▶ **TASK DIRECTIONS**: Reproduce precisely the lines of the listing below, starting with the line that contains "# Kass & Raftery" and stopping after the line that contains "assert evidence_words(delta) == words"; include nothing else.
=== Section Start ===
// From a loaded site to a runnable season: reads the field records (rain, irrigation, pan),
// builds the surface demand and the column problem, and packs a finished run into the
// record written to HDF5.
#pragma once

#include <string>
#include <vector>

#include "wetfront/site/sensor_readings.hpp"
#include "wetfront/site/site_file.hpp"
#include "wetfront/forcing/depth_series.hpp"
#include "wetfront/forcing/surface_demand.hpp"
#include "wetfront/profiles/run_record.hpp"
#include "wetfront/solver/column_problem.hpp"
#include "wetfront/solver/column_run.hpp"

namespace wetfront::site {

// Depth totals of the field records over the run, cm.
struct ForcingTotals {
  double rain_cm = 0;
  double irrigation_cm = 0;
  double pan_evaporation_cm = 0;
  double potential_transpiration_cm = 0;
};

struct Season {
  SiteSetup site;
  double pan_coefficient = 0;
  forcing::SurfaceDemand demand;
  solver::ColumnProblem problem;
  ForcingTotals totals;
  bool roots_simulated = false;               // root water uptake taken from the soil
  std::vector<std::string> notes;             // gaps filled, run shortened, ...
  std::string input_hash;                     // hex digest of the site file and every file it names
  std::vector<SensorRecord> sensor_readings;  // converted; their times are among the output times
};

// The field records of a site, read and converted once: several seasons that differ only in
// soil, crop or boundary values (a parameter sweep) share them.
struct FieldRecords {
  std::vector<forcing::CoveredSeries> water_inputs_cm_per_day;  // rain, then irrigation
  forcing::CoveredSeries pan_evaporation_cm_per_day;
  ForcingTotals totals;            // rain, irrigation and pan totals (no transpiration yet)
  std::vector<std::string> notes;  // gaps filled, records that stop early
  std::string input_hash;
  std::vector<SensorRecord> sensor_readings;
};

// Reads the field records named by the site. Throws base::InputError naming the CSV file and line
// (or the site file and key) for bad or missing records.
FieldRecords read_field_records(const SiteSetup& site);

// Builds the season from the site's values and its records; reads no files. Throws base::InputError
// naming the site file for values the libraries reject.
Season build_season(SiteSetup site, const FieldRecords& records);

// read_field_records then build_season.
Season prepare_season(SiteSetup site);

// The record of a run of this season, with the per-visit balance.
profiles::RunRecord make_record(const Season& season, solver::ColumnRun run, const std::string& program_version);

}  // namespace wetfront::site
=== Section End ===
=== Section Start ===
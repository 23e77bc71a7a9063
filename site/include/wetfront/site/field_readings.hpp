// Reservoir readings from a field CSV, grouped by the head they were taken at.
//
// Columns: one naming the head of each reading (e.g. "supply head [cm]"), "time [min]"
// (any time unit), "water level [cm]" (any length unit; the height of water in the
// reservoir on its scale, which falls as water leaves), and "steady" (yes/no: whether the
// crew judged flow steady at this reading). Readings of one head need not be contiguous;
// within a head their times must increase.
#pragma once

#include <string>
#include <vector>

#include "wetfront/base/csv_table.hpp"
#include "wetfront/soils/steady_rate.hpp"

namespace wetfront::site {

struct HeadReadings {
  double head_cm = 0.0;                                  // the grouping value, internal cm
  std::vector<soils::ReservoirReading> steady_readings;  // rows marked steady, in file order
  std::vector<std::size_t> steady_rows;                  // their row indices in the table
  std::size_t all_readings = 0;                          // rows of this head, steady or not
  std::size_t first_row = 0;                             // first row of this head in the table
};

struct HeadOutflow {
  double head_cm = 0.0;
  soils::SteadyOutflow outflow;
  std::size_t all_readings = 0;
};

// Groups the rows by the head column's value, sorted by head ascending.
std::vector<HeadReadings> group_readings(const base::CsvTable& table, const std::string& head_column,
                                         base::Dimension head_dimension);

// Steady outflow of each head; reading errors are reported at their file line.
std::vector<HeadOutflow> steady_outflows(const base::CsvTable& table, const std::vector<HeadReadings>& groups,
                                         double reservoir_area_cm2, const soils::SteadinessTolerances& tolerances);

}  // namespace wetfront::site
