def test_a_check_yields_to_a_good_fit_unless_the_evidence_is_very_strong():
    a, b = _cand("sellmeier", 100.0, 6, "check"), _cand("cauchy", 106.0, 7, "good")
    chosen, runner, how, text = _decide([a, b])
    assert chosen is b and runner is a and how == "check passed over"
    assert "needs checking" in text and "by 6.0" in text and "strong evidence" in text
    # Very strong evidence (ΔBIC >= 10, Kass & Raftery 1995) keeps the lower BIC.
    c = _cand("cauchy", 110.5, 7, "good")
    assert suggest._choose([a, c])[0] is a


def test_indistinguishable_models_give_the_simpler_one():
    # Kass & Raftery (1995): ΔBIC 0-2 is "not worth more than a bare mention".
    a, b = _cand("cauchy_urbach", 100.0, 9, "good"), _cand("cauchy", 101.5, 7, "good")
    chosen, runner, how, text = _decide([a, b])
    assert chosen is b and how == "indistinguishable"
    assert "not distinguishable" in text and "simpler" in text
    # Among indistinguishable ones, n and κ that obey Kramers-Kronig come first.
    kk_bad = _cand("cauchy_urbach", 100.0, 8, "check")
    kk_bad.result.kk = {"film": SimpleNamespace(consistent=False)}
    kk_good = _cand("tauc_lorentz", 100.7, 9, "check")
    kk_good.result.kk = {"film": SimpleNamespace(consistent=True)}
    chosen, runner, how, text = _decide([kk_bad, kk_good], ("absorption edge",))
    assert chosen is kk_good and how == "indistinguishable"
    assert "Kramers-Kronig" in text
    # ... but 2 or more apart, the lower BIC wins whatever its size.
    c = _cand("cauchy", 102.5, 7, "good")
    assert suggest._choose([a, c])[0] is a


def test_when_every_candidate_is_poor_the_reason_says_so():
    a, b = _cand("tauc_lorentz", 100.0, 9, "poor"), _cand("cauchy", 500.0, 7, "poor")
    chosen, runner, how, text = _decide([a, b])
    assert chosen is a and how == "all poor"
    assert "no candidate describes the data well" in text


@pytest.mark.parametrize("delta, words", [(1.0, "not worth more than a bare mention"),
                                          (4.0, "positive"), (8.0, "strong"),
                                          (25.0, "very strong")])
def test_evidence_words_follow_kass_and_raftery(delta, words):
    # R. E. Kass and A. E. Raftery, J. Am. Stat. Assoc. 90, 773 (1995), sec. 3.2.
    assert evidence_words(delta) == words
=== Section End ===
▶ **EXERCISE RESULT**:
    # Kass & Raftery (1995): ΔBIC 0-2 is "not worth more than a bare mention".
    a, b = _cand("cauchy_urbach", 100.0, 9, "good"), _cand("cauchy", 101.5, 7, "good")
    chosen, runner, how, text = _decide([a, b])
    assert chosen is b and how == "indistinguishable"
    assert "not distinguishable" in text and "simpler" in text
    # Among indistinguishable ones, n and κ that obey Kramers-Kronig come first.
    kk_bad = _cand("cauchy_urbach", 100.0, 8, "check")
    kk_bad.result.kk = {"film": SimpleNamespace(consistent=False)}
    kk_good = _cand("tauc_lorentz", 100.7, 9, "check")
    kk_good.result.kk = {"film": SimpleNamespace(consistent=True)}
    chosen, runner, how, text = _decide([kk_bad, kk_good], ("absorption edge",))
    assert chosen is kk_good and how == "indistinguishable"
    assert "Kramers-Kronig" in text
    # ... but 2 or more apart, the lower BIC wins whatever its size.
    c = _cand("cauchy", 102.5, 7, "good")
    assert suggest._choose([a, c])[0] is a


def test_when_every_candidate_is_poor_the_reason_says_so():
    a, b = _cand("tauc_lorentz", 100.0, 9, "poor"), _cand("cauchy", 500.0, 7, "poor")
    chosen, runner, how, text = _decide([a, b])
    assert chosen is a and how == "all poor"
    assert "no candidate describes the data well" in text


@pytest.mark.parametrize("delta, words", [(1.0, "not worth more than a bare mention"),
                                          (4.0, "positive"), (8.0, "strong"),
                                          (25.0, "very strong")])
def test_evidence_words_follow_kass_and_raftery(delta, words):
    # R. E. Kass and A. E. Raftery, J. Am. Stat. Assoc. 90, 773 (1995), sec. 3.2.
    assert evidence_words(delta) == words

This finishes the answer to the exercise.